Illustration of an Outlook calendar with a shaded focus-time block marked busy among open meeting slots

How to Block Time in Your Outlook Calendar (2026)

Blocking time in Outlook means creating an appointment that holds a slot on your calendar so meetings can’t be booked over it. Set it to Busy or Out of office and colleagues see you as unavailable, which protects deep work, lunch, commute, or any time you don’t want interrupted. People who manage a heavy meeting load use recurring blocks to guarantee focus hours every day.

This guide covers every current version — Outlook on the web, the new Outlook for Windows and Mac, and classic Outlook for Windows — plus automatic focus time through Viva Insights.


1. Create a Blocked Appointment

The simplest block is an appointment with no attendees. Because you’re not inviting anyone, it stays a private hold on your own calendar.
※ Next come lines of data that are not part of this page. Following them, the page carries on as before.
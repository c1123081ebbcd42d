"""A small invented delivery for browser tests: one day's landings at a harbour.

Planted faults (true by construction): -999 stands for an unknown catch in
12 rows, the water temperature is given twice (°C and °F), one berth takes
most of the landings, and 9 temperatures are missing. A column name and a
label carry markup, which must show as text.
"""

from __future__ import annotations

from pathlib import Path

import numpy as np
import pandas as pd

HOSTILE_LABEL = "<b>Pier</b> & <script>x</script>"
HOSTILE_COLUMN = "note <i>raw</i>"


def landings_frame(rows: int = 240, seed: int = 11) -> pd.DataFrame:
    rng = np.random.default_rng(seed)
    frame = pd.DataFrame(
        {
            "berth": rng.choice(
                ["North Quay", "South Quay", "Fish Dock", HOSTILE_LABEL],
                rows,
                p=[0.7, 0.15, 0.1, 0.05],
            ),
            "vessel_class": rng.choice(["trawler", "crabber", "tug", "ferry"], rows),
            "water_temp_c": rng.normal(11.5, 1.8, rows).round(2),
            "catch_kg": rng.gamma(2.0, 140.0, rows).round(1),
            "landed_at": pd.date_range("2026-04-01 04:00", periods=rows, freq="37min").astype(str),
            HOSTILE_COLUMN: rng.choice(["ok", "late", "iced"], rows),
        }
    )
    frame["water_temp_f"] = (frame["water_temp_c"] * 9 / 5 + 32).round(2)
    frame.loc[rng.choice(rows, 12, replace=False), "catch_kg"] = -999
    frame.loc[rng.choice(rows, 9, replace=False), "water_temp_c"] = np.nan
    return frame


def write_landings(path: Path, rows: int = 240, seed: int = 11) -> Path:
    landings_frame(rows, seed).to_csv(path, index=False)
    return path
Outlook on the web / New Outlook (Windows & Mac):

  1. Open Calendar
  2. Click New event (or click the time slot directly on the grid)
  3. Give it a clear title — e.g., Focus time or Heads-down: report
  4. Set the start and end times
  5. Leave the Invite attendees field empty so it stays a personal appointment
  6. Set the Show as dropdown (covered in the next section)
  7. Click Save

Classic Outlook for Windows:

  1. Go to Calendar
  2. On the Home tab, click New Appointment (not New Meeting)
  3. Enter a Subject and set the Start and End times
  4. Choose your Show As status in the ribbon
  5. Click Save & Close

Using Appointment rather than Meeting keeps it on your calendar only — no invitations go out.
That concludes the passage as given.